Dans le cas d'Armiague, la proximité immédiate entre le menhir et le dolmen suggère que le lieu a conservé sa fonction symbolique pendant plusieurs siècles. Les générations suivantes auraient choisi d'installer leur tombe monumentale sur un espace déjà considéré comme important.
Le menhir d'Armiague
Une découverte qui renouvelle le mégalithisme basque
Le menhir d'Armiague ne possède pas les dimensions spectaculaires des grandes pierres dressées de Bretagne. Son intérêt est ailleurs.
Il apporte une preuve supplémentaire que les premières manifestations du mégalithisme dans les Pyrénées occidentales sont plus anciennes qu'on ne le pensait. Il montre également que les paysages de montagne étaient déjà profondément aménagés et investis par les communautés néolithiques bien avant la construction des grands dolmens.
Aujourd'hui encore, cette pierre demeure discrète. Beaucoup de visiteurs passent devant sans la remarquer. Pourtant, elle constitue probablement l'un des plus anciens témoins de la monumentalisation du paysage dans le Pays basque intérieur.
À Armiague, le dolmen attire naturellement le regard. Mais le véritable pionnier du site est peut-être cette pierre dressée, silencieuse depuis plus de six mille ans, qui commence seulement à révéler son histoire grâce aux recherches archéologiques les plus récentes.
Bibliographie
- MARTICORENA, P. (dir.), Mégalithisme et territoires dans les Pyrénées nord-occidentales.

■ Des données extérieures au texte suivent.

"""Docs kept honest: every registered rule is complete and listed by `firstride rules`."""

from __future__ import annotations

import pytest

from reviewer.cli import main
from reviewer.plugins import default_manager
from reviewer.profile import load_profile
from reviewer.rule import rule_problems

CORE = {
    "wiring.stall-current",
    "motor.cooling",
    "speed.rider-class",
    "enclosure.ingress",
    "logic.pin-current",
}
RULES = default_manager().rules()


def test_built_in_pack_loads_through_its_entry_point() -> None:
    manager = default_manager()
    rules = manager.rules()
    assert not manager.problems
    assert {r.id for r in rules} >= CORE
    assert {r.pack for r in rules if r.id in CORE} == {"core"}


@pytest.mark.parametrize("rule", RULES, ids=lambda r: r.id)
def test_rule_is_complete(rule) -> None:
    assert rule_problems(rule) == []
    assert len(rule.doc) > 200, "documentation should say what, how, inputs and severities"
    assert rule.inputs


def test_rules_command_lists_every_rule_with_sources(capsys) -> None:
    assert main(["rules"]) == 0
    out = capsys.readouterr().out
    for rule in RULES:
        assert rule.id in out
        for source in rule.sources:
            assert source.citation in out


def test_rules_command_shows_one_rule(capsys) -> None:
    assert main(["rules", "speed.rider-class"]) == 0
    out = capsys.readouterr().out
    assert out.startswith("speed.rider-class: ")
    assert "sources:" in out


def test_unknown_rule_id_is_an_input_error(capsys) -> None:
    assert main(["rules", "no.such-rule"]) == 2
    assert len(capsys.readouterr().err.strip().splitlines()) == 1


def test_default_profile_makes_the_core_rules_mandatory() -> None:
    assert set(load_profile().mandatory_rules) >= CORE
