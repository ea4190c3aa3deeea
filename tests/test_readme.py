"""The README stays honest: its review excerpt is what the tool prints today, and its quick start
holds exactly two commands, one of which is the test command CI runs."""

from __future__ import annotations

import re
from pathlib import Path

from reviewer.cli import main

from .conftest import ROOT

README = (ROOT / "README.md").read_text(encoding="utf-8")


def test_review_excerpt_matches_a_real_review(tmp_path: Path, monkeypatch) -> None:
    excerpt = re.search(r"<!-- excerpt:start -->\n```markdown\n(.*?)```", README, re.S)
    assert excerpt
    monkeypatch.chdir(ROOT)
    output = tmp_path / "review.md"
    main(["review", "sample_builds/allotment-cargo-trike.toml", "-o", str(output)])
    review = output.read_text(encoding="utf-8").splitlines()
    for line in excerpt.group(1).splitlines():
        if line and line != "...":
            assert line in review, f"README excerpt line not in today's review: {line}"


def test_quick_start_has_two_commands_and_ci_runs_the_test_command() -> None:
    quick = re.search(r"## Quick start\n.*?```sh\n(.*?)```", README, re.S)
    assert quick
    commands = [line for line in quick.group(1).splitlines() if line.strip()]
    assert len(commands) == 2
    assert "pytest" in commands[1]
    test_command = commands[1].split("&& ")[-1]
    ci = (ROOT / ".ci" / "run").read_text(encoding="utf-8")
    assert test_command in ci
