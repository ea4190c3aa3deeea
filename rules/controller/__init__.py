"""Controller rules: its power switch, freewheel path and current measurement."""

Rapport final du Projet collectif de recherche (2020-2022), Direction régionale des Affaires culturelles Nouvelle-Aquitaine et Occitanie, Service régional de l'Archéologie, 2023.

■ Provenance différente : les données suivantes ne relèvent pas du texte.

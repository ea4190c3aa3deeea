"""The SARIF form of a review, and where each field of a build file is written.

Outside references: the published SARIF 2.1.0 JSON schema (OASIS SARIF TC, vendored in
``tests/data/sarif-schema-2.1.0.json``, origin in ``tests/data/README.md``) for every sample's
SARIF log, and Python's own TOML parser (``tomllib``) for which field paths a file has.
"""

from __future__ import annotations

import json
import tomllib
from functools import cache
from pathlib import Path
from typing import Any

import jsonschema
import pytest
from hypothesis import given, settings
from hypothesis import strategies as st

from reviewer.cli import main
from reviewer.export import flatten_fields
from reviewer.findings import Severity
from reviewer.sarif import LEVELS, artifact_uri, render_sarif
from reviewer.session import review_file
from reviewer.toml_positions import field_positions, locate

from .conftest import ROOT, SAMPLES

SCHEMA = Path(__file__).parent / "data" / "sarif-schema-2.1.0.json"
SAMPLE_FILES = sorted(SAMPLES.glob("*.toml"))
NO_GO = SAMPLES / "allotment-cargo-trike.toml"
GO = SAMPLES / "quayside-commuter.toml"
WAIVERS = SAMPLES / "records" / "allotment-cargo-trike-waivers.toml"

HAND_WRITTEN = '''\
# a comment with [brackets] and key = "value" in it
title = "a # that is no comment"   # but this is
[battery]  # a header with a comment
cells_series = 7
bms = { charge_current = "5 A", "peak current" = "40 A", limits = { cut = true } }
notes = """
[not_a_table]
cells_parallel = 3
"""
raw = \'\'\'
[[riders]]
\'\'\'
pack.  "side a" .cells = 4
[[riders]]
name = "Ana"
mass = "70 kg"

[[riders]]
name = "Ben"
[riders.helmet]
size = "M"

[[motors]]
name = "front"
[[motors]]
name = "rear"
[motors.cooling]
fan = true
wires = [
  { name = "w0" },  # a comment inside an array ]
  { name = "w1", gauge = "12 AWG" },
]
pins = ["P1", "P2"]
when = 1979-05-27 07:32:00Z
[ "odd key" . inner ]
x = 1
'''


@cache
def schema() -> dict[str, Any]:
    return json.loads(SCHEMA.read_text(encoding="utf-8"))


def sarif_of(path: Path, **options: Any) -> tuple[dict[str, Any], Any]:
    result = review_file(path, **options)
    text = render_sarif(result, path.read_text(encoding="utf-8"), result.build_path)
    return json.loads(text), result


def where(text: str, needle: str, after: str = "") -> tuple[int, int]:
    """Line and column (1-based) of ``needle`` in ``text``, searched after ``after``."""
    start = text.index(after) if after else 0
    offset = text.index(needle, start)
    line = text.count("\n", 0, offset) + 1
    return line, offset - (text.rfind("\n", 0, offset) + 1) + 1


# --- positions -------------------------------------------------------------------------------


def test_every_field_tomllib_reads_has_a_position() -> None:
    found = field_positions(HAND_WRITTEN)
    fields = flatten_fields(tomllib.loads(HAND_WRITTEN))
    assert set(fields) <= set(found), set(fields) - set(found)
    assert "battery.not_a_table" not in found and "not_a_table" not in found
    assert "battery.cells_parallel" not in found  # inside a multi-line string
    assert not any(path.startswith("riders[3]") for path in found)  # a [[riders]] in a string


@pytest.mark.parametrize(
    ("path", "needle", "after"),
    [
        ("title", "title", ""),
        ("battery", "battery]", ""),
        ("battery.cells_series", "cells_series", ""),
        ("battery.bms", "bms", ""),
        ("battery.bms.charge_current", "charge_current", ""),
        ("battery.bms.peak current", '"peak current"', ""),
        ("battery.bms.limits.cut", "cut", "limits"),
        ("battery.raw", "raw", ""),
        ("battery.pack", "pack.", ""),
        ("battery.pack.side a.cells", "cells =", "side a"),
        ("riders[0]", "riders]]", "pack."),
        ("riders[0].mass", "mass", ""),
        ("riders[1]", "riders]]", "Ana"),
        ("riders[1].name", "name", "Ana"),
        ("riders[1].helmet", "helmet", ""),
        ("riders[1].helmet.size", "size", ""),
        ("motors[0].name", "name", "[[motors]]"),
        ("motors[1]", "motors]]", "front"),
        ("motors[1].cooling", "cooling", ""),
        ("motors[1].cooling.fan", "fan", ""),
        ("motors[1].cooling.wires[1]", '{ name = "w1"', ""),
        ("motors[1].cooling.wires[1].gauge", "gauge", ""),
        ("motors[1].cooling.pins[1]", '"P2"', ""),
        ("motors[1].cooling.when", "when", ""),
        ("odd key.inner", "inner", '"odd key"'),
        ("odd key.inner.x", "x = 1", ""),
    ],
)
def test_a_fields_position_is_its_key(path: str, needle: str, after: str) -> None:
    assert field_positions(HAND_WRITTEN)[path] == where(HAND_WRITTEN, needle, after)


def test_an_absent_field_is_its_nearest_written_table() -> None:
    found = field_positions(HAND_WRITTEN)
    assert locate(found, "riders[1].helmet.colour") == found["riders[1].helmet"]
    assert locate(found, "motors[1].kv") == found["motors[1]"]
    assert locate(found, "riders[7].mass") == found["riders"]
    assert locate(found, "charger.current") == (1, 1)
    assert locate({}, "battery") == (1, 1)


def test_line_endings_and_a_byte_order_mark_change_nothing() -> None:
    plain = field_positions(HAND_WRITTEN)
    assert field_positions(HAND_WRITTEN.replace("\n", "\r\n")) == plain
    assert set(field_positions("\ufeff" + HAND_WRITTEN)) == set(plain)


@pytest.mark.parametrize(
    "text",
    [
        'a = "unclosed\n[b]\nc = 1\n',
        'a = """never closed\n' + '""x' * 200,
        "a = '''never closed\n" + "''x" * 200,
        "a = " + "[" * 5000,
        "a = " + "{ b = " * 3000,
        "[[a.b\n[c]\nd = 1\n",
        "= 1\n.a = 2\na. = 3\n[]\n[[]]\n",
        "\x00\x01\ufffd = \udcff\n",
    ],
)
def test_odd_text_never_raises(text: str) -> None:
    field_positions(text)


def test_after_an_unreadable_header_keys_are_not_misplaced() -> None:
    found = field_positions("[a]\nx = 1\n[b\ny = 2\n[c]\nz = 3\n")
    assert "a.x" in found and "c.z" in found
    assert "a.y" not in found and "y" not in found


@settings(max_examples=200, deadline=None)
@given(st.text(alphabet=st.sampled_from(list("ab=.[]{}\"'#,\n \t\\")), max_size=200))
def test_any_text_gives_positions_inside_it(text: str) -> None:
    lines = text.split("\n")
    for line, column in field_positions(text).values():
        assert 1 <= line <= len(lines)
        assert 1 <= column <= len(lines[line - 1]) + 1


@pytest.mark.parametrize("sample", SAMPLE_FILES, ids=lambda p: p.stem)
def test_every_sample_field_has_a_position(sample: Path) -> None:
    text = sample.read_text(encoding="utf-8")
    found = field_positions(text)
    assert set(flatten_fields(tomllib.loads(text))) <= set(found)
    assert found["vehicle.name"] == where(text, "name", "[vehicle]")


# --- the SARIF log ---------------------------------------------------------------------------


@pytest.mark.parametrize("sample", SAMPLE_FILES, ids=lambda p: p.stem)
def test_every_sample_validates_against_the_sarif_2_1_0_schema(sample: Path) -> None:
    log, _ = sarif_of(sample)
    jsonschema.Draft7Validator(schema()).validate(log)  # the published SARIF 2.1.0 schema


def test_a_waived_review_validates_and_carries_suppressions() -> None:
    log, result = sarif_of(NO_GO, waivers=WAIVERS)
    jsonschema.Draft7Validator(schema()).validate(log)  # the published SARIF 2.1.0 schema
    waived = [f for f in result.findings if f.waiver is not None]
    suppressed = [r for r in log["runs"][0]["results"] if "suppressions" in r]
    assert waived and len(suppressed) == len(waived)
    for finding, entry in zip(waived, suppressed, strict=True):
        assert entry["properties"]["subject"] == finding.subject
        (suppression,) = entry["suppressions"]
        assert suppression["kind"] == "external"
        assert finding.waiver.justification in suppression["justification"]


@pytest.mark.parametrize("sample", SAMPLE_FILES, ids=lambda p: p.stem)
def test_one_result_per_finding_that_is_not_a_pass(sample: Path) -> None:
    log, result = sarif_of(sample)
    results = log["runs"][0]["results"]
    counted = [f for f in result.findings if f.severity is not Severity.PASS]
    assert len(results) == len(counted)
    for finding, entry in zip(counted, results, strict=True):
        assert entry["ruleId"] == finding.rule_id
        assert entry["properties"]["subject"] == finding.subject
        assert entry["properties"]["severity"] == finding.severity.value
        assert entry["level"] == LEVELS[finding.severity]
        assert finding.subject in entry["message"]["text"]
        assert finding.rationale in entry["message"]["text"]
        if finding.remedy:
            assert finding.remedy in entry["message"]["text"]
    passes = {(f.rule_id, f.subject) for f in result.findings if f.severity is Severity.PASS}
    assert not passes & {(r["ruleId"], r["properties"]["subject"]) for r in results}


def test_levels_follow_severities() -> None:
    assert LEVELS == {
        Severity.STOP: "error",
        Severity.FIX: "error",
        Severity.ADVISE: "warning",
        Severity.UNASSESSED: "note",
    }
    log, _ = sarif_of(NO_GO)
    seen = {(r["properties"]["severity"], r["level"]) for r in log["runs"][0]["results"]}
    assert ("stop", "error") in seen and ("unassessed", "note") in seen
    assert all(LEVELS[Severity(severity)] == level for severity, level in seen)


def test_rules_are_described_with_their_documentation() -> None:
    log, result = sarif_of(GO)
    driver = log["runs"][0]["tool"]["driver"]
    assert driver["name"] == "firstride" and driver["version"] == result.tool_version
    ids = [rule["id"] for rule in driver["rules"]]
    assert ids == sorted({rule.id for rule in result.rules})
    by_id = {rule.id: rule for rule in result.rules}
    for described in driver["rules"]:
        rule = by_id[described["id"]]
        assert described["shortDescription"]["text"] == rule.title
        assert described["help"]["text"] == rule.doc.strip()
        assert described["defaultConfiguration"]["level"] in ("error", "warning", "note")
    for entry in log["runs"][0]["results"]:
        assert driver["rules"][entry["ruleIndex"]]["id"] == entry["ruleId"]


def region_of(log: dict[str, Any], rule_id: str, subject: str) -> tuple[int, int]:
    for entry in log["runs"][0]["results"]:
        if entry["ruleId"] == rule_id and entry["properties"]["subject"] == subject:
            region = entry["locations"][0]["physicalLocation"]["region"]
            return region["startLine"], region["startColumn"]
    raise AssertionError(f"no result for {rule_id} {subject}")


def test_a_rider_finding_points_at_that_riders_table() -> None:
    text = NO_GO.read_text(encoding="utf-8")
    log, _ = sarif_of(NO_GO)
    header = text.rindex("[[riders]]", 0, text.index('name = "Pip (niece)"'))
    line, column = where(text[header:], "riders")  # within the header
    expected = (text.count("\n", 0, header) + line, column)
    assert region_of(log, "speed.rider-class", "rider 'Pip (niece)'") == expected


def test_a_wire_finding_points_at_that_wires_table() -> None:
    text = NO_GO.read_text(encoding="utf-8")
    log, _ = sarif_of(NO_GO)
    header = text.rindex("[[wires]]", 0, text.index('name = "motor leads"'))
    assert region_of(log, "wiring.stall-current", "wire 'motor leads'") == (
        text.count("\n", 0, header) + 1,
        3,
    )


def test_a_missing_field_points_at_its_nearest_table() -> None:
    text = NO_GO.read_text(encoding="utf-8")
    log, result = sarif_of(NO_GO)
    (finding,) = [
        f for f in result.findings if f.missing and f.missing[0] == "wheels[0].speed_rating"
    ]
    assert region_of(log, finding.rule_id, finding.subject) == where(text, "wheels]]")


def test_a_subject_without_a_named_part_points_at_the_field_it_names() -> None:
    text = NO_GO.read_text(encoding="utf-8")
    log, _ = sarif_of(NO_GO)
    assert region_of(log, "battery.protection", "low-voltage cut-off") == where(
        text, "low_voltage_cutoff"
    )
    assert region_of(log, "battery.protection", "battery management system") == where(
        text, "bms", "[battery]"
    )


def test_the_artifact_is_the_build_file_as_given() -> None:
    log, result = sarif_of(NO_GO)
    (artifact,) = log["runs"][0]["artifacts"]
    assert artifact["location"]["uri"] == "file://" + result.build_path  # given absolute
    assert artifact["hashes"]["sha-256"] == result.build_fingerprint
    assert artifact_uri("builds/my board.toml") == "builds/my%20board.toml"
    assert artifact_uri("/srv/club/a.toml") == "file:///srv/club/a.toml"


def test_the_log_is_deterministic() -> None:
    result = review_file(NO_GO)
    text = NO_GO.read_text(encoding="utf-8")
    assert render_sarif(result, text, result.build_path) == render_sarif(
        result, text, result.build_path
    )


# --- the command line ------------------------------------------------------------------------


@pytest.mark.parametrize("sample", [GO, NO_GO], ids=lambda p: p.stem)
def test_exit_status_is_the_markdown_reviews(
    sample: Path, tmp_path: Path, monkeypatch: pytest.MonkeyPatch
) -> None:
    monkeypatch.chdir(ROOT)  # the build named relative, as in CI
    given = sample.relative_to(ROOT).as_posix()
    markdown = main(["review", given, "-o", str(tmp_path / "r.md")])
    sarif = main(["review", given, "--format", "sarif", "-o", str(tmp_path / "r.sarif")])
    assert sarif == markdown
    log = json.loads((tmp_path / "r.sarif").read_text(encoding="utf-8"))
    jsonschema.Draft7Validator(schema()).validate(log)  # the published SARIF 2.1.0 schema
    assert log["runs"][0]["artifacts"][0]["location"]["uri"] == given


def test_a_fleet_in_sarif_is_a_usage_error(tmp_path: Path, capsys: pytest.CaptureFixture) -> None:
    status = main(["review", str(GO), str(NO_GO), "--format", "sarif", "-o", str(tmp_path / "o")])
    assert status == 2
    assert "sarif is for one build file" in capsys.readouterr().err
    assert not (tmp_path / "o").exists()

- MARTICORENA, P., Les premiers paysans de l'ouest des Pyrénées, Éditions ZTK, Baigorri, 2014.
- MARTICORENA, P. (dir.), Structures dolméniques et territoires dans les Pyrénées nord-occidentales, rapports annuels de PCR (2015-2019), DRAC Nouvelle-Aquitaine.

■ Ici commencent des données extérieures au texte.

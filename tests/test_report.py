"""The Markdown review: well-formed tables, escaped build text, the required sections."""

from __future__ import annotations

import re
from pathlib import Path

import pytest
from markdown_it import MarkdownIt

from reviewer.loader import load_build, parse_build
from reviewer.report import markdown_text, render_markdown
from reviewer.session import open_session

from .conftest import SAMPLES

HOSTILE = "Evil | # *bold* <script>alert(1)</script> `tick` [link](x) _u_ \\ ~"


def _render(path: Path | None = None, raw: bytes | None = None) -> str:
    loaded = load_build(path) if raw is None else parse_build(raw, "hostile.toml")
    return render_markdown(open_session().review_loaded(loaded))


def _tables(text: str) -> list[list[list[str]]]:
    """Every table as rows of cell texts, parsed by markdown-it (CommonMark + GFM tables)."""
    tokens = MarkdownIt("commonmark", {"html": False}).enable("table").parse(text)
    tables, rows, row = [], [], None
    for token in tokens:
        if token.type == "table_open":
            rows = []
        elif token.type == "tr_open":
            row = []
        elif token.type == "inline" and row is not None:
            row.append(token.content)
        elif token.type == "tr_close":
            rows.append(row)
            row = None
        elif token.type == "table_close":
            tables.append(rows)
    return tables


@pytest.mark.parametrize("name", sorted(p.name for p in SAMPLES.glob("*.toml")))
def test_every_table_is_well_formed(name: str) -> None:
    text = _render(SAMPLES / name)
    expected_tables = sum(1 for line in text.splitlines() if line.startswith("|---"))
    tables = _tables(text)
    assert len(tables) == expected_tables
    for table in tables:
        widths = {len(row) for row in table}
        assert len(widths) == 1, table
        # every source line of a table has as many cells as the header: no stray pipes
    for line in text.splitlines():
        if line.startswith("|"):
            assert line.endswith("|")


def test_sections_present() -> None:
    text = _render(SAMPLES / "allotment-cargo-trike.toml")
    for heading in (
        "## What to do first",
        "## Not assessed",
        "## Derived figures",
        "## Assumptions and defaults used",
        "## Checked and within limits",
        "## References",
        "## Cautions",
        "## Sign-off",
    ):
        assert heading in text
    assert "Local regulations prevail" in text
    assert "Build fingerprint (SHA-256)" in text
    # never claim "safe"; "fail-safe" (control.fail-safe) names a trade term, not a verdict
    assert not re.search(r"(?<!fail-)\bsafe\b", text, re.IGNORECASE)


def test_hostile_build_text_cannot_break_tables_or_inject_html() -> None:
    base = (SAMPLES / "quayside-commuter.toml").read_text()
    hostile = base.replace('name = "Morgan"', f'name = "{_toml_escape(HOSTILE)}"').replace(
        'name = "Quayside Commuter"', f'name = "{_toml_escape(HOSTILE)}"'
    )
    text = _render(raw=hostile.encode())
    html = MarkdownIt("commonmark", {"html": True}).enable("table").render(text)
    assert "<script>" not in html
    assert "<em>bold</em>" not in html
    assert '<a href="x">' not in html
    for table in _tables(text):
        assert len({len(row) for row in table}) == 1
    # the heading holds the whole name on one line, not a second heading
    assert sum(1 for line in text.splitlines() if line.startswith("# ")) == 1


def _toml_escape(text: str) -> str:
    return text.replace("\\", "\\\\").replace('"', '\\"')


@pytest.mark.parametrize(
    ("raw", "escaped"),
    [
        ("a|b", "a\\|b"),
        ("<b>", "&lt;b&gt;"),
        ("line\nbreak", "line break"),
        ("# head", "\\# head"),
        ("plain 12 V", "plain 12 V"),
    ],
)
def test_markdown_text_escapes(raw: str, escaped: str) -> None:
    assert markdown_text(raw) == escaped
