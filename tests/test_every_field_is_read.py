"""Every field of the build file is read by some rule: a field no rule reads gives a builder the
false comfort that it was checked (issue 11). Each built-in rule declares the fields it reads in
``Rule.inputs``; this walks the build model's fields and finds each among them.

Only what names or identifies a part is exempt, each with its reason below.
"""

from __future__ import annotations

import re
import typing

from pydantic import BaseModel

from reviewer.build import Build
from reviewer.session import built_in_session

#: Fields that name a part or the vehicle: they label findings, no rule judges them.
IDENTITY = {
    "vehicle.name": "the review's title",
    "vehicle.revision": "the review's title",
    "vehicle.builder": "the review's header",
    "motors.name": "labels findings; wires and fuses refer to it",
    "wires.name": "labels findings; fuses refer to it",
    "fuses.name": "labels findings",
    "riders.name": "labels findings",
    "brakes.name": "labels findings",
    "brake": "the retired single [brake] table: read only to explain [[brakes]] as an error",
    "extensions": "a pack's own table, validated by that pack",
}


def field_paths(model: type[BaseModel], prefix: str = "") -> list[str]:
    """Every leaf field of ``model`` as a dotted path, lists without their index."""
    paths = []
    for name, field in model.model_fields.items():
        key = field.alias or name
        nested, stack = None, [field.annotation]
        while stack:
            kind = stack.pop()
            if isinstance(kind, type) and issubclass(kind, BaseModel):
                nested = kind
            stack.extend(typing.get_args(kind))
        if nested is not None and key != "extensions":
            paths += field_paths(nested, f"{prefix}{key}.")
        else:
            paths.append(f"{prefix}{key}")
    return paths


def test_every_build_field_is_an_input_of_some_rule() -> None:
    rules = built_in_session().manager.rules()
    declared = {re.sub(r"\[\d*\]", "", name) for rule in rules for name in rule.inputs}

    def read(path: str) -> bool:
        parts = path.split(".")
        return any(".".join(parts[:k]) in declared for k in range(1, len(parts) + 1))

    unread = [p for p in field_paths(Build) if p not in IDENTITY and not read(p)]
    assert unread == [], f"fields no rule reads: {unread}"


def test_the_walk_sees_nested_fields() -> None:
    paths = field_paths(Build)
    assert "motors.cooling.fan_independent" in paths and "controller.motor_current_limit" in paths
    assert len(paths) > 100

- MENS, E., MARTICORENA, P., ARD, V. et al., « Nouvelles données sur le mégalithisme des Pyrénées nord-occidentales », Actes des XIIe Rencontres méridionales de Préhistoire récente, Archives d'Écologie Préhistorique, 2018.
- MENS, E., PONCET, D., MARTICORENA, P., « Apports de la géologie et de la géomorphologie à l'étude du mégalithisme : identifier, interpréter, dater », L'Anthropologie, vol. 126, n° 5, 2022.